The data below:

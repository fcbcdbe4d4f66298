"""Goodness of fit on many values: the interpolated quantile function and
the shared sort against the exact computation (scipy.stats ppf at every
plotting position)."""

from __future__ import annotations

import numpy as np
import pytest
from scipy import stats

from doseattr.core.exposure import gof
from doseattr.core.exposure.base import Exposure
from doseattr.core.exposure.fit import fit_measurements
from doseattr.core.exposure.registry import FAMILIES

N = 50_000  # above gof.EXACT_UP_TO


def _weighted_gamma_fit(shape: float, seed: int):
    """A gamma fit to many weighted values (simulation, seeded)."""
    rng = np.random.default_rng(seed)
    x = np.round(rng.gamma(shape, 3.0, N), 2) + 0.01
    w = rng.integers(1, 20, N).astype(float)
    return fit_measurements("gamma", x, weights=w, weight_meaning="frequency")


def _exact_ppcc(e) -> float:
    """Definition: numpy.corrcoef of ln(sorted x) with ln scipy.stats.gamma
    ppf at rank / (n + 1) (Filliben 1975, from memory)."""
    x = np.sort(e.fit.values)
    k, theta = e.params
    q = stats.gamma(k, scale=theta).ppf(np.arange(1, x.size + 1) / (x.size + 1))
    return float(np.corrcoef(np.log(q), np.log(x))[0, 1])


@pytest.mark.parametrize("shape,seed", [(0.4, 1), (2.5, 2), (30.0, 3)])
def test_ppcc_agrees_with_exact(shape, seed):
    e = _weighted_gamma_fit(shape, seed)
    res = gof.goodness_of_fit(e)
    assert res["test"] == "probability plot correlation" and res["n"] == N
    assert abs(res["statistic"] - _exact_ppcc(e)) <= 1e-9  # goal stated in gof.log_quantiles


@pytest.mark.parametrize("shape", [0.05, 0.7, 4.0, 80.0])
def test_log_quantiles_within_the_bound(shape):
    """The interpolant against scipy.stats.gamma.ppf at every position: its
    error bound (pi/2) eps / s_t stays within PPCC_TOLERANCE (closed form
    in the docstring) when it is used."""
    e = Exposure(FAMILIES["gamma"], np.array([shape, 2.0]))
    p = np.arange(1, 200_001) / 200_001
    exact = np.log(stats.gamma(shape, scale=2.0).ppf(p))
    got = gof.log_quantiles(e, p)
    assert not np.array_equal(got, exact)  # the interpolant was used
    eps = np.max(np.abs(got - exact))
    assert 0.5 * np.pi * eps / np.std(exact) <= gof.PPCC_TOLERANCE


def test_coarse_interpolant_is_refused(monkeypatch):
    """With too few nodes the midpoint check fails and every position is
    evaluated: the result is then the exact one, bit for bit."""
    monkeypatch.setattr(gof, "NODES", 6)
    e = Exposure(FAMILIES["gamma"], np.array([0.3, 2.0]))
    p = np.arange(1, 30_001) / 30_001
    np.testing.assert_array_equal(gof.log_quantiles(e, p), np.log(e.family.ppf(p, e.params)))


def test_closed_form_families_stay_exact():
    for name, params in [("lognormal", [3.0, 2.0]), ("weibull", [1.5, 4.0])]:
        e = Exposure(FAMILIES[name], np.array(params))
        p = np.arange(1, 30_001) / 30_001
        np.testing.assert_array_equal(gof.log_quantiles(e, p),
                                      np.log(e.family.ppf(p, e.params)))


def test_given_order_gives_the_same_result():
    e = _weighted_gamma_fit(1.5, 4)
    order = np.argsort(e.fit.values, kind="stable")
    assert gof.goodness_of_fit(e, order=order) == gof.goodness_of_fit(e)


def test_qq_points_without_censoring_are_the_ros_positions():
    """All detected: the positions are rank / (n + 1) in stable order of the
    values (nondetects.ros_plotting_positions, the general path)."""
    from doseattr.core.exposure.nondetects import ros_plotting_positions

    rng = np.random.default_rng(7)
    x = np.round(rng.lognormal(1.0, 0.7, 300), 1)
    e = fit_measurements("gamma", x)
    pos = ros_plotting_positions(x, np.ones(x.size, bool))
    order = np.argsort(pos, kind="stable")
    theo, obs, det = gof.qq_points(e)
    k, theta = e.params
    np.testing.assert_allclose(theo, stats.gamma(k, scale=theta).ppf(pos[order]), rtol=1e-12)
    np.testing.assert_array_equal(obs, x[order])
    assert det.all()
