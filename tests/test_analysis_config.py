"""The analysis file's checks: one test per bad input of the foundation issue
(item 8), each asserting that the message names the file, the row or key,
and what is wrong. These test messages, not numbers, so no outside
reference is involved.
"""

from __future__ import annotations

import re

import pytest
from analysis_helpers import ANALYSIS, BANDS, MEASUREMENTS, replace_section, write_case

from doseattr.analysis.config import analysis_from_dict, load_analysis
from doseattr.errors import InputError


def _fails(tmp_path, analysis=ANALYSIS, *, bands=BANDS, measurements=MEASUREMENTS):
    path = write_case(tmp_path, analysis, bands=bands, measurements=measurements)
    with pytest.raises(InputError) as info:
        load_analysis(path)
    return info.value, path


# -- the analysis file --------------------------------------------------------
def test_a_valid_file_loads(tmp_path):
    a = load_analysis(write_case(tmp_path))
    assert a.unit == "ug/m3"
    assert a.curve.model == "log-linear" and a.curve.table.n_bands == 4
    assert a.curve.design == "case-control"  # implied by cases and controls
    assert a.exposure.measurements.n == 8
    assert a.scenarios[0].kind == "cap" and a.scenarios[0].value == 20


def test_unknown_key_suggests_the_nearest(tmp_path):
    text = ANALYSIS.replace('model = "log-linear"', 'modle = "log-linear"')
    err, path = _fails(tmp_path, text)
    assert err.source == str(path)
    assert err.location == "[curve] key 'modle'"
    assert "unknown key 'modle' in [curve]; did you mean 'model'?" in str(err)


def test_unknown_section_suggests_the_nearest(tmp_path):
    err, _ = _fails(tmp_path, ANALYSIS + "\n[atribution]\nminimum_risk = 1\n")
    assert "unknown section [atribution]; did you mean 'attribution'?" in str(err)


def test_missing_key_is_named(tmp_path):
    text = replace_section(ANALYSIS, "exposure", "gm = 10.0")
    err, path = _fails(tmp_path, text, measurements=None)
    assert str(path) in str(err)
    assert err.location == "[exposure] key 'gsd'"
    assert "missing key 'gsd'" in str(err)


def test_missing_unit_is_named(tmp_path):
    err, _ = _fails(tmp_path, ANALYSIS.replace('unit = "ug/m3"', ""))
    assert err.location == "key 'unit'" and "missing key 'unit'" in str(err)


@pytest.mark.parametrize("gsd", [1.0, 0.5])
def test_gsd_of_one_or_less(tmp_path, gsd):
    text = replace_section(ANALYSIS, "exposure", f"gm = 10.0\ngsd = {gsd}")
    err, path = _fails(tmp_path, text, measurements=None)
    assert err.source == str(path) and err.location == "[exposure] key 'gsd'"
    assert "GSD must be greater than 1" in str(err)


@pytest.mark.parametrize("scale", [0, 1.5, -0.2])
def test_scale_outside_zero_one(tmp_path, scale):
    text = ANALYSIS.replace("cap = 20", f"scale = {scale}")
    err, path = _fails(tmp_path, text)
    assert err.source == str(path)
    assert err.location == "[[scenario]] 1 key 'scale'"
    assert "must be in (0, 1]" in str(err)


def test_text_where_a_number_belongs_in_the_file(tmp_path):
    text = ANALYSIS.replace("cap = 20", 'cap = "20"')
    err, _ = _fails(tmp_path, text)
    assert err.location == "[[scenario]] 1 key 'cap'"
    assert "must be a number, got text '20' (remove the quotes)" in str(err)


def test_negative_minimum_risk(tmp_path):
    err, _ = _fails(tmp_path, ANALYSIS + "\n[attribution]\nminimum_risk = -1\n")
    assert err.location == "[attribution] key 'minimum_risk'"
    assert "negative exposure" in str(err)


def test_invalid_toml(tmp_path):
    err, path = _fails(tmp_path, ANALYSIS + "\nthis is not toml\n")
    assert err.source == str(path) and "not valid TOML" in str(err)


def test_scenario_written_with_single_brackets(tmp_path):
    text = ANALYSIS.replace("[[scenario]]", "[scenario]")
    err, _ = _fails(tmp_path, text)
    assert "[[scenario]] (double brackets)" in str(err)


def test_scenario_needs_exactly_one_change(tmp_path):
    err, _ = _fails(tmp_path, ANALYSIS.replace("cap = 20", "cap = 20\nscale = 0.5"))
    assert "exactly one of cap, scale, reduce_by or comply" in str(err)


def test_table_and_published_estimate_together(tmp_path):
    err, _ = _fails(tmp_path, ANALYSIS.replace('model = "log-linear"',
                                               'model = "log-linear"\nrr = 1.1'))
    assert err.location == "[curve] key 'rr'" and "found table and rr" in str(err)


def test_missing_table_file_is_named(tmp_path):
    err, path = _fails(tmp_path, bands=None)
    assert err.source == str(path) and err.location == "[curve] key 'table'"
    assert "file not found" in str(err) and "bands.csv" in str(err)


def test_family_must_be_known(tmp_path):
    err, _ = _fails(tmp_path, ANALYSIS.replace('family = "lognormal"', 'family = "lognormla"'))
    assert err.location == "[exposure] key 'family'" and "did you mean 'lognormal'?" in str(err)


def test_empirical_needs_measured_values(tmp_path):
    """family = "empirical" uses measured values; with a GM and GSD there are none."""
    text = ANALYSIS.replace('table = "measurements.csv"\nfamily = "lognormal"',
                            'family = "empirical"\ngm = 5.0\ngsd = 2.0')
    err, _ = _fails(tmp_path, text)
    assert err.location == "[exposure] key 'family'" and "measured values" in str(err)


def test_entered_curve_ci_must_contain_estimate():
    d = {"unit": "ppm", "curve": {"model": "log-linear", "rr": 1.2, "per": 10, "ci": [1.3, 1.5]},
         "exposure": {"gm": 5.0, "gsd": 2.0}}
    with pytest.raises(InputError, match=re.escape("[curve] key 'ci': the CI [1.3, 1.5] does "
                                                   "not contain its estimate rr = 1.2")):
        analysis_from_dict(d)


def test_flat_entered_curve_needs_max_dose():
    d = {"unit": "ppm", "curve": {"model": "log-linear", "rr": 1.2, "beyond": "flat"},
         "exposure": {"gm": 5.0, "gsd": 2.0}}
    with pytest.raises(InputError, match=r"\[curve\] key 'beyond'.*needs max_dose"):
        analysis_from_dict(d)


def test_from_dict_defaults():
    a = analysis_from_dict({"unit": "ppm",
                            "curve": {"model": "linear", "err": 0.1, "per": 10},
                            "exposure": {"family": "gamma", "shape": 2.0, "scale": 3.0}})
    assert a.curve.beyond == "extend" and a.curve.max_dose is None
    assert a.attribution.minimum_risk == 0.0 and a.scenarios == ()
    assert a.exposure.family == "gamma" and a.exposure.values == {"shape": 2.0, "scale": 3.0}


def test_minimum_risk_range_uses_the_middle():
    a = analysis_from_dict({"unit": "ppm", "curve": {"model": "linear", "err": 0.1},
                            "exposure": {"gm": 5.0, "gsd": 2.0},
                            "attribution": {"minimum_risk": [2.0, 4.0]}})
    assert a.attribution.minimum_risk == 3.0 and a.attribution.minimum_risk_range == (2.0, 4.0)


def test_minimum_risk_range_low_above_high():
    with pytest.raises(InputError, match="low end 4 is above its high end 2"):
        analysis_from_dict({"unit": "ppm", "curve": {"model": "linear", "err": 0.1},
                            "exposure": {"gm": 5.0, "gsd": 2.0},
                            "attribution": {"minimum_risk": [4.0, 2.0]}})


def test_paths_are_relative_to_the_analysis_file(tmp_path, monkeypatch):
    write_case(tmp_path / "sub")
    monkeypatch.chdir(tmp_path)
    a = load_analysis("sub/analysis.toml")
    assert a.curve.table.source == "sub/bands.csv"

End of The data.

» Exercise: Lines above with the word "against" should be counted, and the reply is that count alone.

» Answer section: 2